Traders work on the floor of the New York Stock Exchange (NYSE), May 10, 2023.

Brendan McDermid | Reuters

Stock futures were lower Monday as the attack on Israel by Palestinian militants adds geopolitical risk to an already fragile market dealing with inflation and surging interest rates.

Futures tied to the Dow Jones Industrial Average fell 170 points, or 0.5%. S&P 500 futures lost 0.6%, while Nasdaq 100 futures slipped 0.8%.

The Israeli-Palestinian conflict escalated to full-blown war on Saturday after militant group Hamas staged an invasion, to which Israel was seemingly caught off guard. Israeli Prime Minister Benjamin Netanyahu asserted that Hamas “will pay a price it has never known before.”

WTI crude oil futures were up by 3.7% on Monday, trading above $85 per ounce.

The rising geopolitical tensions could have ramifications for the energy market, with some experts forecasting a “knee jerk surge” in oil. The rising tension could also serve to stoke further volatility in market that has kept traders worried with persistent inflation and higher interest rates.

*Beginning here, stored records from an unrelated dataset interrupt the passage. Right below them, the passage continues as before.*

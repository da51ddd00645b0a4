package loo

import (
	"math"
	"math/rand/v2"
	"sort"
	"testing"
)

// TestPSISConjugate compares PSIS-LOO with the exact leave-one-out
// predictive densities of y_i ~ Normal(mu, 1) under a flat prior on mu
// (textbook conjugate algebra: mu | y_-i ~ Normal(mean(y_-i), 1/(n-1)), so
// y_i | y_-i ~ Normal(mean(y_-i), 1 + 1/(n-1))). One far outlier makes its
// importance ratios heavy-tailed, so the smoothing is exercised.
func TestPSISConjugate(t *testing.T) {
	rng := rand.New(rand.NewPCG(3, 4))
	n := 30
	y := make([]float64, n)
	var sum float64
	for i := range y {
		y[i] = rng.NormFloat64()
	}
	y[0] = 4.5
	for _, v := range y {
		sum += v
	}
	S := 4000
	ll := make([][]float64, S)
	for s := range ll {
		mu := sum/float64(n) + rng.NormFloat64()/math.Sqrt(float64(n))
		ll[s] = make([]float64, n)
		for i, v := range y {
			ll[s][i] = -0.5*(v-mu)*(v-mu) - 0.5*math.Log(2*math.Pi)
		}
	}
	r := PSIS(ll)
	var exact float64
	for i, v := range y {
		m := (sum - v) / float64(n-1)
		s2 := 1 + 1/float64(n-1)
		e := -0.5*(v-m)*(v-m)/s2 - 0.5*math.Log(2*math.Pi*s2)
		exact += e
		if math.Abs(r.Pointwise[i]-e) > 0.02 {
			t.Errorf("obs %d (y %.2f): PSIS %.4f, exact %.4f, k %.2f", i, v, r.Pointwise[i], e, r.K[i])
		}
	}
	if math.Abs(r.ELPD-exact) > 0.1 {
		t.Errorf("elpd %.3f, exact %.3f", r.ELPD, exact)
	}
	if r.MaxK() > 0.7 {
		t.Errorf("max k %.2f on a well-behaved posterior", r.MaxK())
	}
	t.Logf("elpd %.3f (exact %.3f), se %.3f, max k %.2f", r.ELPD, exact, r.SE, r.MaxK())
}

// TestGPDFit recovers a known shape from generalized Pareto draws (by
// inversion of the quantile function).
func TestGPDFit(t *testing.T) {
	rng := rand.New(rand.NewPCG(5, 6))
	for _, k := range []float64{0.2, 0.7} {
		x := make([]float64, 2000)
		for i := range x {
			x[i] = gpdQuantile(rng.Float64(), k, 2)
		}
		sort.Float64s(x)
		kh, sh := gpdFit(x)
		if math.Abs(kh-k) > 0.1 || math.Abs(sh-2) > 0.3 {
			t.Errorf("k %.2f sigma 2: fitted %.3f, %.3f", k, kh, sh)
		}
	}
}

Oil prices meaningfully pulled back below $90 per barrel last week, with Brent crude slipping roughly 11% and  U.S. West Texas Intermediate notching an 8% drop. While neither Israel nor Palestine are major players in the global energy picture, both nations are located in a key region for oil that could have broader implications.

OPEC+, the oil cartel that includes non-OPEC member Russia, will remain cautious on any moves to expand oil output further and change plans for cuts, the Saudi Arabia’s energy minister Prince Abdulaziz bin Salman told CNBC on Sunday.

With the bond market closed on Monday for Columbus Day, Wall Street will have to wait until Tuesday for an update on interest rates.

All three major indexes finished last week higher despite a stronger-than-expected jobs report that initially pushed up Treasury yields and sent stocks lower. A hotter-than-expected jobs report from Friday showed hiring remains robust, with the economy adding 336,000 jobs last month. Wages, meanwhile, grew at a largely muted clip, which gave investors hope inflation was cooling.

Bond yields eased somewhat as stocks climbed Friday, but the10-year Treasury yield reached a 16-year high earlier in the week.